Abstract: The characteristic seed size of a plant species may reflect evolution toward an optimal compromise between size and number of seeds produced. The extent to which large seed size conveys an advantage to a seedling probably varies according to circumstances, and this may explain at least some of the great variation in seed size among species. Here we test whether large-seeded species are better able than small-seeded species to withstand defoliation at the seedling stage. We compared growth and survival of seedlings of 40 species of Australian angiosperms after removing 95% of their photosynthetic tissue shortly after emergence. We accounted for effects of phylogeny by selecting pairs of species that were ''phylogenetically independent contrasts.'' That is, the phylogenetic path connecting the two species of any pair was independent of the path connecting the two species of any other pair we used. We also selected the species so that the two members of each pair differed at least 10-fold in seed mass. Therefore, each pair provided an independent case for examining the consequences of evolutionary divergence in seed size. We found that the larger seeded species survived loss of photosynthetic tissue better than the smaller seeded species in 14 of the 16 pairs for which there was a significant difference in survival. The extent to which growth of survivors was reduced by loss of photosynthetic tissue also differed in 8 pairs, with the large-seeded species being less affected in 6 of these cases. We conclude that large seed size is generally associated with greater ability of seedlings to cope with loss of photosynthetic tissue. Consequently, large seed size may be favored in any circumstances in which seedlings are likely to experience carbon deficit early in development.

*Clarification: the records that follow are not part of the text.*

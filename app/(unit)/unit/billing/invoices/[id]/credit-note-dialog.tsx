"use client";

import { useQueryClient } from "@tanstack/react-query";
import { ReceiptText } from "lucide-react";
import { useRouter } from "next/navigation";
import { useWatch } from "react-hook-form";
import { toast } from "sonner";
import { FormDialog, useFormDialog } from "@/components/forms/form-dialog";
import { Button } from "@/components/ui/button";
import { Field } from "@/components/ui/field";
import { Input, Select, Textarea } from "@/components/ui/input";
import { formatMoney } from "@/lib/contracts/format";
import { createCreditNoteAction } from "./actions";
import { type CreditNoteForm, type CreditNoteFormInput, creditNoteFormSchema } from "./schemas";

export interface CreditableLine {
  id: number;
  description: string;
  quantity: number;
  unitPriceMinor: number;
}

/** A credit note for a dispute: some units of the invoice's lines, or an amount. VAT is added as on the invoice. */
export function CreditNoteDialog({
  invoiceId,
  currency,
  lines,
  paid,
}: {
  invoiceId: number;
  currency: string;
  lines: CreditableLine[];
  /** The invoice is paid: the credit is refunded or settled outside the payment service. */
  paid: boolean;
}) {
  const router = useRouter();
  const queryClient = useQueryClient();
  const defaults = (): CreditNoteFormInput => ({
    invoiceId,
    kind: lines.length > 0 ? "lines" : "amount",
    lines: lines.map((l) => ({ lineId: l.id, quantity: "" })),
    amount: "",
    description: "",
    reason: "",
    settlement: "",
  });
  const dialog = useFormDialog({
    schema: creditNoteFormSchema,
    defaults,
    submit: (_values, parsed: CreditNoteForm) => createCreditNoteAction(parsed),
    onSuccess: async ({ message }) => {
      toast.success(message);
      await queryClient.invalidateQueries({ queryKey: ["invoice", invoiceId] });
      router.refresh();
      dialog.form.reset(defaults());
    },
  });
  const {
    register,
    control,
    formState: { errors },
  } = dialog.form;
  const kind = useWatch({ control, name: "kind" });

  return (
    <FormDialog
      dialog={dialog}
      trigger={
        <Button variant="secondary" size="sm">
          <ReceiptText className="h-4 w-4" aria-hidden="true" /> Credit note
        </Button>
      }
      title="Credit note"
      description={
        paid
          ? "The invoice is paid: the credit is refunded to the card that paid, or repaid outside the payment service. VAT is credited at the invoice's rate."
          : "The credit is deducted from what is still due, here and in the payment service. VAT is credited at the invoice's rate."
      }
      className="max-w-2xl"
      submitLabel="Create credit note"
      submittingLabel="Crediting…"
    >
      <Field id="cn-kind" label="What to credit">
        <Select id="cn-kind" {...register("kind")}>
          {lines.length > 0 && <option value="lines">Units of the invoice&apos;s lines</option>}
          <option value="amount">An amount</option>
        </Select>
      </Field>
      {kind === "lines" ? (
        <div className="space-y-2" role="group" aria-labelledby="cn-lines-label">
          <p id="cn-lines-label" className="text-sm font-medium text-ink">
            Units to credit
          </p>
          {errors.lines?.message && (
            <p role="alert" className="text-xs font-medium text-danger-700">
              {errors.lines.message}
            </p>
          )}
          <ul className="max-h-72 space-y-2 overflow-y-auto pr-1">
            {lines.map((line, index) => (
              <li key={line.id} className="grid grid-cols-[1fr_6rem] items-center gap-3">
                <label htmlFor={`cn-line-${line.id}`} className="text-sm">
                  {line.description}
                  <span className="block text-xs text-muted">
                    {line.quantity} × {formatMoney(line.unitPriceMinor, currency)}
                  </span>
                </label>
                <Input
                  id={`cn-line-${line.id}`}
                  inputMode="numeric"
                  placeholder="0"
                  aria-invalid={!!errors.lines?.[index]?.quantity}
                  {...register(`lines.${index}.quantity`)}
                />
              </li>
            ))}
          </ul>
        </div>
      ) : (
        <div className="grid gap-4 sm:grid-cols-[10rem_1fr]">
          <Field id="cn-amount" label={`Amount before VAT (${currency})`} error={errors.amount?.message}>
            <Input id="cn-amount" inputMode="decimal" placeholder="25.00" aria-invalid={!!errors.amount} {...register("amount")} />
          </Field>
          <Field id="cn-description" label="Line on the credit note" error={errors.description?.message}>
            <Input id="cn-description" placeholder="Goodwill credit" aria-invalid={!!errors.description} {...register("description")} />
          </Field>
        </div>
      )}
      <Field id="cn-reason" label="Reason" hint="Shown on the credit note and kept in the audit log." error={errors.reason?.message}>
        <Textarea id="cn-reason" aria-invalid={!!errors.reason} {...register("reason")} />
      </Field>
      {paid && (
        <Field id="cn-settlement" label="Settle the credit" error={errors.settlement?.message}>
          <Select id="cn-settlement" {...register("settlement")}>
            <option value="">Refund to the card if it was paid online, otherwise outside the payment service</option>
            <option value="refund">Refund to the card that paid</option>
            <option value="out_of_band">Outside the payment service (bank transfer or set-off)</option>
          </Select>
        </Field>
      )}
    </FormDialog>
  );
}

Abstract: We investigated the relationship of geographic range to growth form, dispersal morphology and diaspore weight within three comparative databases of 219-325 native species from arid central Australia, semi-arid western NSW and maritime Sydney. Geographic range was measured as the number of regions occupied. In the arid and semi-arid floras, but not in the maritime flora, species adapted for dispersal by vertebrates (mainly birds) tended to occupy more regions than species adapted for dispersal by other means. The same pattern occurred within four major families (Chenopodiaceae, Myoporaceae, Mimosaceae and Solanaceae), and thus was not a product of differences between families. We suggest that lineages with adaptations for long-range dispersal may have undergone a lesser incidence of geographic speciation, within the arid and semi-arid flora. Shrubs and trees were more likely than herbaceous species to be adapted for dispersal by vertebrates, but tended to have narrower geographic ranges. Thus the tendency for vertebrate-adapted species to have broader geographic ranges was stronger when considered within each growth form than when considered across all growth forms. There was a weak tendency for species with larger diaspores to have narrower geographic ranges, an effect in the opposite direction from that reported for North American oaks. Much of this can be interpreted as a result of taller growth forms tending to have both larger diaspores and narrower ranges.
Abstract: Risk spreading of germination may be particularly common in environments with unpredictable climates. Germinability, propensity to germinate at different temperatures and germination speed were classified for seeds of 105 species from the central Australian arid zone, and related to plant growth form, perenniality, seed size and seed dispersal mode. Almost all species had at least some seeds which were dormant, consistent with the idea that risk spreading is important in arid zones. Dispersal mode and plant perenniality were not found to be associated with germinability. Seeds of most species germinated rapidly relative to what has been recorded from higher-rainfall environments, as might be expected in an environment where wet soils are usually temporary. Faster germination tended to be associated with low germinability, suggesting a spectrum of strategies from species that risk a small number of their seeds in many rainfall events, to those that germinate only in large rainfall events but then risk large numbers of seeds.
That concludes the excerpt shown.